To move the car for 250,000 miles you will need to pay for fuel. To compare ICE to EV you need to come up with a cost/mile number that fits in with your income and ownership costs.

Electricity.

USA average $/Kilowatt to purchase is about $.11/Kwh. Yours may vary, but that’s what I will use, since that is what I pay. If you do not know what you pay per kwh, you should. Look it up on your last bill.

325 miles / 80 Kilowatt (battery size) = 246 watt hours/mile. I actually average about 220. Way better that advertised, but we will use the 250 to be fair.

250,000 miles * 250 watt hours/mile = 62,500 Kilowatts of juice. Multiplied by $.11/kwh = $6,875 in fuel costs for this entire 5 year period.

This equates to less than $.03/mile to fuel the car. You will get better than that. You will get free charging from time to time. It is not hard. In one year of driving (about 15,000 miles so far), I think I have paid $50 so far. This calculation is actually the worst case scenario. Charging at your house using a 220v charger is more than adequate, but you can also install a home charger for about $1500. That will let you charge faster if you want to drive even more. Put in solar panels and price goes way down. Price almost never varies or goes up. You can not say that about gas prices over the next five years.

Gasoline.

This can vary a lot based location, but these will be my assumptions. A Prius that get 50 mpg (sucky car to be sure, but most efficient ICE). Cost of gas an average of $3/gallon over the next 5 years. Not ever gonna happen as prices will be twice that in 5 years, but this is what most people can get their heads around and agree on, so, sure, gas prices will stay the same the next five years. Sure.

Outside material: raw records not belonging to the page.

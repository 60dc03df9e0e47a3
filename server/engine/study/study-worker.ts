/**
 * Worker-thread entry for horizon studies: receives the shared context once,
 * then one job per message, and answers with the run's figures (a chunk of a
 * parallel closed loop answers with its series too, for stitching).
 */
import { parentPort } from 'node:worker_threads';
import { failedRun } from './run-closed-loop';
import { runJob, runStudyJob, type StudyJob, type StudyJobContext } from './study-job';

let context: StudyJobContext | null = null;

parentPort?.on('message', (message: { context?: StudyJobContext; index?: number; job?: StudyJob }) => {
  if (message.context) context = message.context;
  if (message.job && message.index !== undefined && context) {
    let result;
    try {
      result = message.job.chunk ? runJob(context, message.job) : runStudyJob(context, message.job);
    } catch (error) {
      // An engine bug must not leave the parent waiting forever.
      result = { ...failedRun('error', `the run failed: ${String(error)}`, 0) };
    }
    parentPort?.postMessage({ index: message.index, result });
  }
});
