/**
 * The distance along the line of a chainage: in the region (before the first equation, between
 * two, after the last) that holds it; `region` picks one when the chainage occurs twice.
 * @throws {QuadspreadError} `OFF_ALIGNMENT` when no region holds it; `INVALID_ARGUMENT` when two do and no region is given.
 * @internal
 */
export function distanceOf<T>(
  A: Arithmetic<T>,
  h: HorizontalAlignment<T>,
  c: T,
  where: string,
  region?: number,
): T {
  const found: T[] = [];
  let c0 = h.startChainage;
  let d0 = A.zero;
  const n = h.equations.length;
  for (let r = 0; r <= n; r++) {
    const dEnd = r < n ? h.equations[r]!.distance : h.length;
    const cEnd = A.add(c0, A.sub(dEnd, d0));
    if ((region === undefined || region === r) && A.cmp(c, c0) >= 0 && A.cmp(c, cEnd) <= 0) {
      const d = A.add(d0, A.sub(c, c0));
      if (!found.some((f) => A.eq(f, d))) found.push(d);
    }
    if (r < n) {
      c0 = h.equations[r]!.ahead;
      d0 = dEnd;
    }
  }
  if (found.length === 1) return found[0]!;
  if (found.length === 0)
    throw new QuadspreadError(
      'OFF_ALIGNMENT',
      where,
      `chainage ${A.toString(c)} is not on the alignment (${A.toString(h.startChainage)} to ${A.toString(h.endChainage)}${n ? `, with ${n} equation(s)` : ''}${region !== undefined ? `, region ${region}` : ''})`,
    );
  throw invalidArgument(
    where,
    `chainage ${A.toString(c)} occurs ${found.length} times (a chainage equation re-uses it): pass { region } to choose`,
  );
}

/** Whether every entry (holes included) is an object. */
function elementsAreObjects(elements: readonly unknown[]): boolean {
  for (let i = 0; i < elements.length; i++) {
    const e = elements[i];
    if (typeof e !== 'object' || e === null) return false;
  }
  return true;
}

// Alignments made here: frozen in full when made (every array and object, see freezeData), and
// never handed out before, so nothing in one can change. Such an alignment is checked through
// once per arithmetic and then taken as it is; so is one proven unchangeable (frozenData: frozen
// in full, plain data properties only, as another copy of this library makes them, say the
// float bundle's). Any other (a copy, or a look-alike built some other way, say read from JSON)
// is checked through on every call, its boxes included, so that a change made in place is never
// met by stale checks.
const made = new WeakSet<object>();
const intact = new WeakMap<object, unknown>();
// The last alignment found intact, and its arithmetic: a comparison instead of a hash lookup.
let lastAlignment: object | undefined;
let lastArithmetic: unknown;

/** Whether `o` was made by horizontalAlignment and found intact for A. */
function unchanged(A: unknown, o: HorizontalAlignment<unknown>): boolean {
  if (o === lastAlignment) return lastArithmetic === A;
  if (intact.get(o) !== A) return false;
  lastAlignment = o;
  lastArithmetic = A;
  return true;
}
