describe.each(kinds)('orientStation(%s, …) against Math.atan2', (_n, A) => {
  const backsights = known.map((p, i) => ({ point: p, circle: circles[i]! }));

  it('gives the orientation as the mean of bearing − circle and each residual in arc-seconds', () => {
    const s = orientStation(A, { station, backsights });
    const mean = trueOrientation - (3 - 2 + 1.5) / 3 / 3600;
    expect(Math.abs(angleDiff(A.toNumber(s.orientation), mean) * 3600)).toBeLessThan(1e-6);
    s.backsights.forEach((b, i) => {
      const expected =
        angleDiff(azimuth(known[i]!.x - 1000, known[i]!.y - 2000), circles[i]! + mean) * 3600;
      expect(Math.abs(A.toNumber(b.angleResidual) - expected)).toBeLessThan(1e-6);
    });
    expect(s.weighting).toBe('equal');
  });

  it('weights by the squared distance when asked', () => {
    const s = orientStation(A, { station, backsights, weighting: 'quadrance' });
    const q = known.map((p) => (p.x - 1000) ** 2 + (p.y - 2000) ** 2);
    const mean =
      trueOrientation - (q[0]! * 3 + q[1]! * -2 + q[2]! * 1.5) / (q[0]! + q[1]! + q[2]!) / 3600;
    expect(Math.abs(angleDiff(A.toNumber(s.orientation), mean) * 3600)).toBeLessThan(1e-6);
  });

  it('gives distance, position and height residuals where a slope and zenith were read, and checks tolerances', () => {
    const p = known[0]!;
    const D = Math.hypot(p.x - 1000, p.y - 2000) + 0.004; // read 4 mm long
    const z = 88.5;
    const S = D / Math.sin(rad(z));
    const hi = 1.55;
    const ht = 1.7;
    const s = orientStation(A, {
      station,
      instrumentHeight: String(hi),
      backsights: [
        { point: p, circle: circles[0]!, zenith: z, slope: S, targetHeight: String(ht) },
      ],
      tolerance: { angle: 5, distance: '0.003', height: '0.01' },
    });
    const b = s.backsights[0]!;
    expect(Math.abs(A.toNumber(b.distanceResidual!) - 0.004)).toBeLessThan(1e-9);
    const bearing = A.toNumber(s.orientation) + circles[0]!;
    expect(
      Math.abs(A.toNumber(b.positionResidual!.x) - (1000 + D * Math.sin(rad(bearing)) - p.x)),
    ).toBeLessThan(1e-9);
    expect(
      Math.abs(A.toNumber(b.positionResidual!.y) - (2000 + D * Math.cos(rad(bearing)) - p.y)),
    ).toBeLessThan(1e-9);
    const h = 50 + hi + S * Math.cos(rad(z)) - ht - p.z;
    expect(Math.abs(A.toNumber(b.heightResidual!) - h)).toBeLessThan(1e-9);
    expect(s.checks.map((c) => [c.quantity, c.ok])).toEqual([
      ['backsight 1 angle', true],
      ['backsight 1 distance', false],
      ['backsight 1 height', Math.abs(h) <= 0.01],
    ]);
    expect(s.ok).toBe(false);
  });

  it('refuses no backsight, a backsight on the station, a point without coordinates and a slope without zenith', () => {
    expect(code(() => orientStation(A, { station, backsights: [] }))).toBe('TOO_FEW_POINTS');
    expect(
      code(() => orientStation(A, { station, backsights: [{ point: station, circle: 0 }] })),
    ).toBe('COINCIDENT_POINTS');
    expect(
      code(() =>
        orientStation(A, { station, backsights: [{ point: { x: 1 } as never, circle: 0 }] }),
      ),
    ).toBe('INVALID_ARGUMENT');
    expect(
      code(() =>
        orientStation(A, { station: {} as never, backsights: [{ point: known[0]!, circle: 0 }] }),
      ),
    ).toBe('INVALID_ARGUMENT');
    expect(
      code(() =>
        orientStation(A, { station, backsights: [{ point: known[0]!, circle: 0, slope: 10 }] }),
      ),
    ).toBe('INVALID_ARGUMENT');
    expect(
      code(() =>
        orientStation(A, {
          station,
          backsights: [{ point: known[0]!, circle: 0 }],
          weighting: 'heavy' as never,
        }),
      ),
    ).toBe('INVALID_ARGUMENT');
  });
});

describe('adding δ to every circle reading (a re-zeroed circle)', () => {
  it('changes the orientation by −δ (mod 360°) and leaves side shots and set-out distances and angles unchanged; the set-out circle moves by +δ', () => {
    fc.assert(
      fc.property(
        fc.double({ min: -720, max: 720, noNaN: true }),
        fc.double({ min: 0, max: 359.999, noNaN: true }),
        fc.double({ min: 1, max: 500, noNaN: true }),
        (delta, shotCircle, slope) => {
          const shift = (c: number) => (((c + delta) % 360) + 360) % 360;
          const make = (d: (c: number) => number) =>
            orientStation(float, {
              station,
              instrumentHeight: '1.5',
              backsights: known.map((p, i) => ({ point: p, circle: d(circles[i]!) })),
            });
          const a = make((c) => c);
          const b = make(shift);
          expect(Math.abs(angleDiff(b.orientation, a.orientation - delta))).toBeLessThan(1e-9);
          const shot = { zenith: 92, slope, targetHeight: 2 };
          const pa = sideShot(float, a, { ...shot, circle: shotCircle });
          const pb = sideShot(float, b, { ...shot, circle: shift(shotCircle) });
          expect(Math.abs(pa.x - pb.x)).toBeLessThan(1e-8);
          expect(Math.abs(pa.y - pb.y)).toBeLessThan(1e-8);
          expect(Math.abs(pa.z! - pb.z!)).toBeLessThan(1e-9);
          const design = { x: 1210.3, y: 1777.7, z: 49 };
          const sa = setOut(float, a, design, { targetHeight: 2 });
          const sb = setOut(float, b, design, { targetHeight: 2 });
          expect(Math.abs(angleDiff(sb.circle, sa.circle + delta))).toBeLessThan(1e-9);
          expect(Math.abs(angleDiff(sb.angleFromBacksight!, sa.angleFromBacksight!))).toBeLessThan(
            1e-9,
          );
          expect(sb.horizontalDistance).toBe(sa.horizontalDistance);
          expect(sb.slopeDistance).toBe(sa.slopeDistance);
          expect(sb.zenith).toBe(sa.zenith);
        },
      ),
      { numRuns: 100 },
    );
  });
});

describe.each(kinds)('sideShot(%s, setup, shot) against Math.sin and Math.cos', (_n, A) => {
  const setup = { station, instrumentHeight: '1.48', orientation: `312°17'40"` };
  it('x = x0 + S sin z sin β, y = y0 + S sin z cos β, z = z0 + hi + S cos z − ht', () => {
    const p = sideShot(A, setup, {
      circle: `81°02'11"`,
      zenith: `94°30'00"`,
      slope: '187.654',
      targetHeight: '1.3',
      name: 'tree 7',
    });
    const beta = rad(312 + 17 / 60 + 40 / 3600 + 81 + 2 / 60 + 11 / 3600);
    const z = rad(94.5);
    expect(p.name).toBe('tree 7');
    expect(
      Math.abs(A.toNumber(p.x) - (1000 + 187.654 * Math.sin(z) * Math.sin(beta))),
    ).toBeLessThan(1e-9);
    expect(
      Math.abs(A.toNumber(p.y) - (2000 + 187.654 * Math.sin(z) * Math.cos(beta))),
    ).toBeLessThan(1e-9);
    expect(Math.abs(A.toNumber(p.z!) - (50 + 1.48 + 187.654 * Math.cos(z) - 1.3))).toBeLessThan(
      1e-9,
    );
  });

  it('sideShots gives each shot as sideShot does', () => {
    const shots = [
      { circle: 10, zenith: 91, slope: 20 },
      { circle: 200, zenith: 265, slope: 35, targetHeight: 2 },
    ];
    const all = sideShots(A, setup, shots);
    shots.forEach((s, i) => {
      const one = sideShot(A, setup, s);
      expect(A.toString(all[i]!.x)).toBe(A.toString(one.x));
      expect(A.toString(all[i]!.z!)).toBe(A.toString(one.z!));
    });
  });

  it('refuses a shot without circle, an instrument height on the shot and a set-up without orientation', () => {
    expect(code(() => sideShot(A, setup, { zenith: 90, slope: 1 }))).toBe('INVALID_ARGUMENT');
    expect(
      code(() =>
        sideShot(A, setup, { circle: 0, zenith: 90, slope: 1, instrumentHeight: 1 } as never),
      ),
    ).toBe('INVALID_ARGUMENT');
    expect(code(() => sideShot(A, { station } as never, { circle: 0, zenith: 90, slope: 1 }))).toBe(
      'INVALID_ARGUMENT',
    );
    expect(code(() => sideShots(A, setup, 'shots' as never))).toBe('INVALID_ARGUMENT');
  });
});
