/**
 * float-specialize — an esbuild plugin (used by tsup for the `quadspread/float` entry) that
 * compiles the one generic source into a float-specialised copy.
 *
 * Why: generic code calling `A.add(x, y)` through an arithmetic object runs as fast as
 * hand-written float code only while V8 can inline every call; in a real solver several calls
 * deep, the inlining budget runs out and each operation becomes a call that boxes its doubles
 * (see docs/performance.md). This plugin removes those calls for the float bundle only.
 *
 * What it does, for every module reached from the float entry (and only those — the modules of
 * the other entries are loaded again, untouched, in esbuild's normal namespace):
 *  - each top-level `function f(A: …Arithmetic…, …) { body }` becomes
 *      function f(A, …) { if (A !== float) return f$qsGeneric(A, …); body' }
 *      function f$qsGeneric(A, …) { body }          // the original, unchanged
 *    where body' has, for that `A`: `A.add(x, y)` → `((x) + (y))`, `A.sub` → `-`, `A.mul` →
 *    `*`, `A.neg(x)` → `(-(x))`, `A.isZero(x)` → `((x) === 0)`, `A.eq(x, y)` → `===`,
 *    `A.is(x)` → a finite-number test, `checkArithmetic(A, …)` → nothing (A is float there),
 *    `A.cmp(x, y) > 0` → `x > y` and `A.cmp(x, y) < 0` → `x < y`, `if (A.kernels) { … }` → nothing,
 *    `A.abs(x)` → `Math.abs(x)`, `A.zero` → `0`, `A.one` → `1`, `A.digits` → `15`, `A.float64` →
 *    `true`, `A.exact` → `false`, `A.pi` → `Math.PI`, `A.kernels`, `A.ratio`, `A.withDigits`,
 *    `A.approximate` → `undefined`
 *    (float has none), and `A.div`, `A.sqrt`,
 *    `A.cmp`, `A.sign`, `A.from`, `A.sin`, `A.cos`, `A.exp`, `A.log`, `A.atan2` → tiny helpers with exactly the float arithmetic's checks
 *    (a zero divisor or a negative root still throws the same QuadspreadError).
 *  - Every other use of `A` (toNumber, toString, kernels, passing A on) is left as it is.
 * The rewrite reproduces `float`'s own definitions operation by operation, so results are
 * bit-for-bit those of the generic code with `float` (test/perf/float-specialize.test.ts checks
 * this), and any other arithmetic that reaches the float bundle takes the untouched copy.
 *
 * @module scripts/float-specialize
 */
import { readFile } from 'node:fs/promises';
import { existsSync } from 'node:fs';
import path from 'node:path';
import ts from 'typescript';
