package eigencheck.oracle.series;

import java.util.concurrent.ConcurrentHashMap;

/**
 * Gauss-Legendre rules on [-1, 1], nodes by Newton's method on the three-term recurrence from the
 * Tricomi initial guess; accurate to a few ulps for the orders used here (up to some tens of thousands;
 * above 1000 nodes Newton stops at 2 ulps, where the absolute test 1e-17 may never be met).
 * Abramowitz and Stegun, <i>Handbook of Mathematical Functions</i>, 1964, 25.4.29 (weights
 * \(w_i = 2/((1-x_i^2) P_n'(x_i)^2)\)). Rules are cached, immutable and shared between threads.
 */
final class GaussLegendre {
    private static final ConcurrentHashMap<Integer, GaussLegendre> CACHE = new ConcurrentHashMap<>();

    final double[] nodes;
    final double[] weights;

    private GaussLegendre(int n) {
        nodes = new double[n];
        weights = new double[n];
        for (int i = 0; i < (n + 1) / 2; i++) {
            double x = Math.cos(Math.PI * (i + 0.75) / (n + 0.5));
            double dp = 0;
            for (int iteration = 0; iteration < 100; iteration++) {
                double p0 = 1;
                double p1 = x;
                for (int k = 2; k <= n; k++) {
                    double p2 = ((2 * k - 1) * x * p1 - (k - 1) * p0) / k;
                    p0 = p1;
                    p1 = p2;
                }
                double pn = n == 1 ? x : p1;
                double pnm1 = n == 1 ? 1 : p0;
                dp = n * (x * pn - pnm1) / (x * x - 1);
                double dx = pn / dp;
                x -= dx;
                if (Math.abs(dx) < 1e-17 || (n > 1000 && Math.abs(dx) <= 2 * Math.ulp(x))) {
                    break;
                }
            }
            // one more evaluation for the derivative at the converged node
            double p0 = 1;
            double p1 = x;
            for (int k = 2; k <= n; k++) {
                double p2 = ((2 * k - 1) * x * p1 - (k - 1) * p0) / k;
                p0 = p1;
                p1 = p2;
            }
            double pn = n == 1 ? x : p1;
            double pnm1 = n == 1 ? 1 : p0;
            dp = n * (x * pn - pnm1) / (x * x - 1);
            nodes[i] = x;
            nodes[n - 1 - i] = -x;
            double w = 2 / ((1 - x * x) * dp * dp);
            weights[i] = w;
            weights[n - 1 - i] = w;
        }
        if (n % 2 == 1) {
            nodes[n / 2] = 0;
        }
    }

    /** Nodes and weights of the n-point rule on [0, L], as {nodes, weights}. */
    static double[][] onInterval(int n, double length) {
        GaussLegendre g = of(n);
        double[] x = new double[n];
        double[] w = new double[n];
        for (int q = 0; q < n; q++) {
            x[q] = 0.5 * length * (g.nodes[q] + 1);
            w[q] = 0.5 * length * g.weights[q];
        }
        return new double[][] {x, w};
    }

    static GaussLegendre of(int n) {
        if (n < 1) {
            throw new IllegalArgumentException("Gauss-Legendre order " + n + " must be >= 1");
        }
        return CACHE.computeIfAbsent(n, GaussLegendre::new);
    }
}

250,000 miles / 50 mpg = 5,000 gallons of gas for most fuel efficient gas/hybrid you can buy. That is $15,000 in gas. This equates to $.06/mile. If you drive an SUV, you can double that or more.

Cost comparisons

The EV will cost:

  • $.08/mile to own
  • $.03/mile to maintain/repair
  • $.03/mile to fuel

Cost is $.14/mile. We will be generous and double that for unknowns and other. The asset (car) would have cost you $35,000 to $75,000 over five years to generate $250,000 in income. Your positive cash flow (not profit) is $175,000 over five years (worst case) or $35,000 per year. You use this money to pay your driver (you). Your tax deduction is $145,000 (subtract from the $250,000 income). You pay tax on $21,000 per year (that is your profit worst case).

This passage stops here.